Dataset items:
//! The Restart view's form: the line and pump pickers, rested-gel readings (rest time and
//! gel stress per row), how long the line has stood, and a Save line; where the focus is,
//! how it moves, and the typed text checked into readings.

use crate::tui::strings::restart as s;
use crate::tui::widgets::field::{Checked, Field, FieldKind};
use crate::units::Dimension;

/// Reading rows on the form (the usual three rests and room for two more).
pub const GEL_ROWS: usize = 5;
/// The rests the usual rested-gel procedure reads at (common practice, no source).
const USUAL_RESTS: [&str; 3] = ["10 s", "10 min", "30 min"];

/// Which part of the form has the focus.
#[derive(Debug, Clone, Copy, PartialEq, Eq)]
pub enum Focus {
    Line,
    Pump,
    Rest(usize),
    Gel(usize),
    Stop,
    Save,
}

impl Focus {
    /// Whether the focus is on a text field (which then owns every printable key).
    pub fn is_field(self) -> bool {
        matches!(self, Focus::Rest(_) | Focus::Gel(_) | Focus::Stop)
    }
}

#[derive(Debug, Clone, PartialEq)]
pub struct GelRow {
    pub rest: Field,
    pub gel: Field,
}

/// A value as typed and in SI.
#[derive(Debug, Clone, PartialEq)]
pub struct Typed {
    pub raw: String,
    pub si: f64,
}

/// One reading that passed the checks.
#[derive(Debug, Clone, PartialEq)]
pub struct CheckedGel {
    pub rest: Typed,
    pub gel: Typed,
}

/// The form's content, checked.
#[derive(Debug, Clone, PartialEq)]
pub struct CheckedForm {
    pub readings: Vec<CheckedGel>,
    pub stop: Option<Typed>,
}

/// Why the form cannot be saved, and where to go.
#[derive(Debug, Clone, PartialEq)]
pub struct Refusal {
    pub focus: Focus,
    pub message: String,
}

#[derive(Debug, Clone, PartialEq)]
pub struct Form {
    pub rows: Vec<GelRow>,
    pub stop: Field,
    pub focus: Focus,
}

impl Default for Form {
    fn default() -> Self {
        Form::new()
    }
}

impl Form {
    pub fn new() -> Form {
        let rows = (0..GEL_ROWS)
            .map(|i| GelRow {
                rest: Field::with_text(
                    FieldKind::Quantity(Dimension::Time),
                    USUAL_RESTS.get(i).copied().unwrap_or(""),
                ),
                gel: Field::new(FieldKind::Quantity(Dimension::Stress)),
            })
            .collect();
        Form {
            rows,
            stop: Field::new(FieldKind::Quantity(Dimension::Time)),
            // Not on a field: Tab still walks the views until the operator moves in.
            focus: Focus::Line,
        }
    }

    pub fn field(&self, focus: Focus) -> Option<&Field> {
        match focus {
            Focus::Rest(i) => self.rows.get(i).map(|r| &r.rest),
            Focus::Gel(i) => self.rows.get(i).map(|r| &r.gel),
            Focus::Stop => Some(&self.stop),
            Focus::Line | Focus::Pump | Focus::Save => None,
        }
    }

    pub fn field_mut(&mut self, focus: Focus) -> Option<&mut Field> {
        match focus {
            Focus::Rest(i) => self.rows.get_mut(i).map(|r| &mut r.rest),
            Focus::Gel(i) => self.rows.get_mut(i).map(|r| &mut r.gel),
            Focus::Stop => Some(&mut self.stop),
            Focus::Line | Focus::Pump | Focus::Save => None,
        }
    }

    /// Every focus stop in reading order (Tab order).
    fn order(&self) -> Vec<Focus> {
        let mut v = vec![Focus::Line, Focus::Pump];
        for i in 0..self.rows.len() {
            v.extend([Focus::Rest(i), Focus::Gel(i)]);
        }
        v.extend([Focus::Stop, Focus::Save]);
        v
    }

    /// Move the focus, remembering the new field's text so Esc can bring it back.
    fn go(&mut self, to: Focus) {
        self.focus = to;
        if let Some(f) = self.field_mut(to) {
            f.begin_edit();
        }
    }

    pub fn focus_on(&mut self, to: Focus) {
        self.go(to);
    }

    pub fn next(&mut self) {
        let order = self.order();
        let at = order.iter().position(|f| *f == self.focus).unwrap_or(0);
        self.go(order[(at + 1).min(order.len() - 1)]);
    }

    pub fn prev(&mut self) {
        let order = self.order();
        let at = order.iter().position(|f| *f == self.focus).unwrap_or(0);
        self.go(order[at.saturating_sub(1)]);
    }

    /// Down a line, keeping the column inside the table.
    pub fn down(&mut self) {
        let last = self.rows.len().saturating_sub(1);
        let to = match self.focus {
            Focus::Line => Focus::Pump,
            Focus::Pump => Focus::Gel(0),
            Focus::Rest(i) if i < last => Focus::Rest(i + 1),
            Focus::Gel(i) if i < last => Focus::Gel(i + 1),
            Focus::Rest(_) | Focus::Gel(_) => Focus::Stop,
            Focus::Stop | Focus::Save => Focus::Save,
        };
        self.go(to);
    }

    pub fn up(&mut self) {
        let last = self.rows.len().saturating_sub(1);
        let to = match self.focus {
            Focus::Line | Focus::Pump => Focus::Line,
            Focus::Rest(0) | Focus::Gel(0) => Focus::Pump,
            Focus::Rest(i) => Focus::Rest(i - 1),
            Focus::Gel(i) => Focus::Gel(i - 1),
            Focus::Stop => Focus::Gel(last),
            Focus::Save => Focus::Stop,
        };
        self.go(to);
    }

    /// Anything typed that a quit would lose (the prefilled rest times do not count).
    pub fn has_input(&self) -> bool {
        !self.stop.is_empty() || self.rows.iter().any(|r| !r.gel.is_empty())
    }

    /// A fresh form after a save, the focus on the Save line.
    pub fn reset(&mut self) {
        *self = Form::new();
        self.focus = Focus::Save;
    }

    /// Check the whole form; the first problem found is reported with where it is.
    pub fn check(&self) -> Result<CheckedForm, Refusal> {
        let mut readings = Vec::new();
        for (i, row) in self.rows.iter().enumerate() {
            if let Some(r) = check_row(i, row)? {
                readings.push(r);
            }
        }
        if readings.len() < 2 {
            return Err(Refusal {
                focus: Focus::Gel(readings.len().min(GEL_ROWS - 1)),
                message: s::NEED_READINGS.to_string(),
            });
        }
        let stop = match typed(&self.stop) {
            Ok(v) => v,
            Err(m) => {
                return Err(Refusal {
                    focus: Focus::Stop,
                    message: format!("{}: {m}", s::STOPPED),
                });
            }
        };
        Ok(CheckedForm { readings, stop })
    }
}

/// A field's value, `None` when empty; the problem in words when it is not a value.
fn typed(field: &Field) -> Result<Option<Typed>, String> {
    match field.checked() {
        Checked::Empty => Ok(None),
        Checked::Value(v) if *v < 0.0 => Err(s::NEGATIVE.to_string()),
        Checked::Value(v) => Ok(Some(Typed {
            raw: field.text().trim().to_string(),
            si: *v,
        })),
        Checked::Invalid(m) => Err(m.clone()),
        Checked::Text => Err(s::NEGATIVE.to_string()),
    }
}

/// One row: `None` when it has no gel stress (a usual rest time left unread).
fn check_row(i: usize, row: &GelRow) -> Result<Option<CheckedGel>, Refusal> {
    let at = |focus, what: &str, msg: &str| Refusal {
        focus,
        message: format!("{} {} {what}: {msg}", s::ROW, i + 1),
    };
    let gel = typed(&row.gel).map_err(|m| at(Focus::Gel(i), s::GEL, &m))?;
    let rest = typed(&row.rest).map_err(|m| at(Focus::Rest(i), s::REST, &m))?;
    match (rest, gel) {
        (_, None) => Ok(None),
        (Some(rest), Some(gel)) => Ok(Some(CheckedGel { rest, gel })),
        (None, Some(_)) => Err(at(Focus::Rest(i), s::REST, s::BOTH_NEEDED)),
    }
}

#[cfg(test)]
mod tests {
    use super::*;

    fn typed_in(form: &mut Form, focus: Focus, text: &str) {
        if let Some(f) = form.field_mut(focus) {
            f.set_text(text);
        }
    }

    #[test]
    fn three_readings_check_into_si() {
        let mut f = Form::new();
        typed_in(&mut f, Focus::Gel(0), "150");
        typed_in(&mut f, Focus::Gel(1), "260 Pa");
        typed_in(&mut f, Focus::Gel(2), "0.38 kPa");
        typed_in(&mut f, Focus::Stop, "62 h");
        let c = f.check().unwrap();
        assert_eq!(c.readings.len(), 3);
        // 10 min = 600 s, 30 min = 1800 s; 0.38 kPa = 380 Pa; 62 h = 223 200 s (definitions).
        let rests: Vec<f64> = c.readings.iter().map(|r| r.rest.si).collect();
        assert_eq!(rests, [10.0, 600.0, 1800.0]);
        assert!((c.readings[2].gel.si - 380.0).abs() < 1e-9);
        assert_eq!(c.readings[1].gel.raw, "260 Pa");
        assert!((c.stop.map_or(0.0, |s| s.si) - 223_200.0).abs() < 1e-6);
    }

    #[test]
    fn what_is_wrong_is_said_with_where() {
        let mut f = Form::new();
        typed_in(&mut f, Focus::Gel(0), "150");
        let r = f.check().unwrap_err();
        assert_eq!(r.message, s::NEED_READINGS);
        typed_in(&mut f, Focus::Gel(1), "2 bar/s");
        let r = f.check().unwrap_err();
        assert_eq!(r.focus, Focus::Gel(1));
        assert!(r.message.starts_with("row 2 gel stress:"), "{}", r.message);
        typed_in(&mut f, Focus::Gel(1), "200");
        typed_in(&mut f, Focus::Rest(1), "-3 min");
        let r = f.check().unwrap_err();
        assert_eq!(r.focus, Focus::Rest(1));
        assert!(r.message.contains("negative"), "{}", r.message);
        typed_in(&mut f, Focus::Rest(1), "");
        assert_eq!(
            f.check().unwrap_err().message,
            "row 2 rest time: needs both a rest time and a gel stress"
        );
    }

    #[test]
    fn the_focus_walks_the_form_in_reading_order() {
        let mut f = Form::new();
        f.focus_on(Focus::Pump);
        f.down();
        assert_eq!(f.focus, Focus::Gel(0));
        f.prev();
        assert_eq!(f.focus, Focus::Rest(0));
        for _ in 0..(2 * GEL_ROWS) {
            f.next();
        }
        assert_eq!(f.focus, Focus::Stop);
        f.next();
        f.next();
        assert_eq!(f.focus, Focus::Save);
        f.up();
        assert_eq!(f.focus, Focus::Stop);
        assert!(!f.has_input());
    }
}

Assignment: Report back every line of the entries in which "GelRow" occurs.

Solution:
pub struct GelRow {
    pub rows: Vec<GelRow>,
            .map(|i| GelRow {
fn check_row(i: usize, row: &GelRow) -> Result<Option<CheckedGel>, Refusal> {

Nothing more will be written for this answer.